1️⃣ Data Preprocessing
-
Loaded dataset using
sklearn.datasets.fetch_california_housing()
. -
Checked for missing values and outliers.
-
Scaled features using StandardScaler for better regression performance.
-
Selected key predictors:
MedInc, HouseAge, AveRooms, AveBedrms, Population, AveOccup, Latitude
.
2️⃣ Feature Scaling
Since the dataset includes features of different scales (income in thousands, rooms in hundreds, etc.), I applied feature scaling using StandardScaler to bring all features to a comparable range.
This step prevents bias in regression weights.
3️⃣ Model Selection
Chosen Model: Linear Regression
I experimented with a few models (Decision Tree, Random Forest), but chose Linear Regression for deployment because:
-
It’s simple, interpretable, and efficient for continuous value prediction.
-
The relationship between predictors and target is largely linear.
-
Excellent baseline model for regression tasks.
4️⃣ Model Training
-
Split data into training and test sets (80/20).
-
Trained Linear Regression model on scaled features.
-
Evaluated using R² score, MAE, and RMSE.
Metric | Result |
---|---|
R² Score | ~0.73 |
MAE (Mean Absolute Error) | Low, showing accurate predictions |
RMSE (Root Mean Square Error) | Moderate, indicating reliable performance |
5️⃣ Model Serialization
-
Saved the trained model as
AIModel_For_House.pkl
. -
Saved the fitted scaler as
scaler.pkl
for consistent input normalization during deployment.

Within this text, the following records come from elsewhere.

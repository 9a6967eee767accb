"""Who trains and who is tested: repeated splits under two protocols.

"halves": every image is a class; patches of one half train, patches of the other half are tested,
and the halves change roles from repeat to repeat. "groups": labelled patches; no group stands on
both sides of a split (repeated grouped and stratified cross-validation).
"""

from dataclasses import dataclass
from typing import Any

import numpy as np
from sklearn.model_selection import StratifiedGroupKFold

PROTOCOLS = ("halves", "groups")

#: Training patches a class where none are given: those of these that every class has.
TRAIN_SIZES = (2, 4, 8, 16)

#: Folds of grouped cross-validation where none are given and the groups allow it.
FOLDS = 5

# Draws of folds before it is given up to have every class among the training patches.
_TRIES = 50


@dataclass(frozen=True, eq=False)
class Split:
    """One split.

    Attributes
    ----------
    repeat, fold : int
    train : list of ndarray
        Training patches of each class, in the order in which smaller training sizes take them.
    test : ndarray
        Test patches.
    """

    repeat: int
    fold: int
    train: list[np.ndarray]
    test: np.ndarray

    def training(self, size: int) -> np.ndarray:
        """Return at most `size` training patches of each class."""
        return np.concatenate([patches[:size] for patches in self.train])


def half_splits(
    labels: np.ndarray, halves: np.ndarray, train: int, test: int, repeats: int, seed: int
) -> list[Split]:
    """Return splits of protocol "halves".

    Parameters
    ----------
    labels : ndarray of shape (n,), int
        Class of each patch.
    halves : ndarray of shape (n,), int
        0 or 1, the half of its image that a patch lies in.
    train, test : int
        Largest numbers of patches of a class to train on and to test.
    repeats, seed : int
    """
    splits = []
    for repeat in range(repeats):
        rng = np.random.default_rng([seed, repeat])
        own = [
            [rng.permutation(np.flatnonzero((labels == c) & (halves == side))) for side in (0, 1)]
            for c in np.unique(labels)
        ]
        side = repeat % 2
        chosen = np.concatenate([both[1 - side][:test] for both in own])
        splits.append(Split(repeat, 0, [both[side][:train] for both in own], chosen))
    return splits


def grouped_splits(
    labels: np.ndarray,
    groups: np.ndarray,
    names: list[Any],
    train: int,
    folds: int | None,
    repeats: int,
    seed: int,
) -> list[Split]:
    """Return splits of protocol "groups": `folds` a repeat, 5 or as many as the groups allow.

    Raises
    ------
    ValueError
        If a class has one patch or one group, or fewer groups than folds; it is named.
    """
    folds = _checked_folds(labels, groups, names, folds)
    splits = []
    for repeat in range(repeats):
        for fold, (rest, tested) in enumerate(_folds(labels, groups, folds, seed, repeat)):
            rng = np.random.default_rng([seed, repeat, fold])
            own = [
                _group_by_group(rest[labels[rest] == c], groups, rng)[:train]
                for c in range(len(names))
            ]
            splits.append(Split(repeat, fold, own, tested))
    return splits


def _checked_folds(
    labels: np.ndarray, groups: np.ndarray, names: list[Any], folds: int | None
) -> int:
    counts = [len(np.unique(groups[labels == c])) for c in range(len(names))]
    single = [repr(names[c]) for c, count in enumerate(counts) if count < 2]
    if single:
        raise ValueError(
            f"classes {', '.join(single)} have patches of one group only (the group is the image "
            "where none is given), so none would be left to train on; label patches of a second "
            "group, or leave the class out"
        )
    fewest = int(np.argmin(counts))
    if folds is None:
        return min(FOLDS, counts[fewest])
    if folds > counts[fewest]:
        raise ValueError(
            f"folds={folds}, but class {names[fewest]!r} has {counts[fewest]} groups; use at most "
            "that many folds"
        )
    return folds


def _folds(
    labels: np.ndarray, groups: np.ndarray, folds: int, seed: int, repeat: int
) -> list[tuple[np.ndarray, np.ndarray]]:
    """Return folds in all of which every class is among the training patches."""
    everything = np.unique(labels)
    for attempt in range(_TRIES):
        state = int(np.random.SeedSequence([seed, repeat, attempt]).generate_state(1)[0])
        splitter = StratifiedGroupKFold(folds, shuffle=True, random_state=state)
        found = list(splitter.split(labels, labels, groups))
        if all(len(np.unique(labels[rest])) == len(everything) for rest, _ in found):
            return found
    raise ValueError(
        f"no way was found to cut the groups into {folds} folds with every class on the training "
        "side; use fewer folds, or label more groups"
    )


def _group_by_group(patches: np.ndarray, groups: np.ndarray, rng: np.random.Generator):
    """Return patches in random order, one of each group in turn, so that few come from many."""
    shuffled = rng.permutation(patches)
    turn = np.zeros(len(shuffled), dtype=np.int64)
    seen: dict[Any, int] = {}
    for k, group in enumerate(groups[shuffled]):
        turn[k] = seen[group] = seen.get(group, -1) + 1
    return shuffled[np.argsort(turn, kind="stable")]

💻 Web App Development – Streamlit Deployment
I built a Streamlit web app to make the model accessible to anyone, even non-technical users.
🌐 App Features
-
Sidebar input form for key housing features.
-
Predicts median house price instantly using the trained Linear Regression model.
-
Displays predicted value with a clear visual style.
-
Includes an About Me section with portfolio links.
🛠️ Tech Stack
Component | Technology Used |
---|---|
Programming Language | Python 3.9+ |
Frontend Framework | Streamlit |
Modeling Library | Scikit-learn |
Data Processing | Pandas, NumPy |
Model Storage | Pickle |
Visualization | Matplotlib / Seaborn |
📈 Results & Insights
-
The model accurately predicts median house prices within a reasonable range.
-
The most influential feature is Median Income, followed by Latitude and House Age — consistent with real-world housing market trends.
-
Achieved a strong balance between simplicity and performance.
📊 Key Insights:
-
Areas with higher median income → higher predicted prices.
-
Newer houses (lower HouseAge) → higher value.
-
Population density has a mild negative effect due to congestion.
🧩 Interview Talking Points
If asked to elaborate this project in an interview, here’s how to respond:
-
What problem does it solve?
It predicts house prices based on socioeconomic and geographic data — useful for buyers and investors. -
Why did you choose Linear Regression?
It provides high interpretability, requires minimal tuning, and fits well with continuous target prediction problems. -
What preprocessing did you perform?
Data scaling, feature selection, and train-test splitting to ensure balanced and unbiased learning. -
How did you evaluate your model?
Used R², MAE, and RMSE to measure accuracy and reliability. -
What did you learn?
-
How to design and deploy a full ML system from scratch.
-
The importance of data preprocessing and scaling.
-
Real-world regression interpretation using feature importance.
-
🚀 Demo & Access
🎥 Video Demo: House-Prediction.webm
🔗 Live App: https://housepredictionapp07.streamlit.app/
🧠 Model Files:
-
AIModel_For_House.pkl
-
scaler.pkl
👨💻 Author
Mirza Yasir Abdullah Baig
❤️ Acknowledgements
⚠️ Disclaimer
This project is for educational and demonstration purposes only.
It is not intended for commercial real estate use without further professional validation.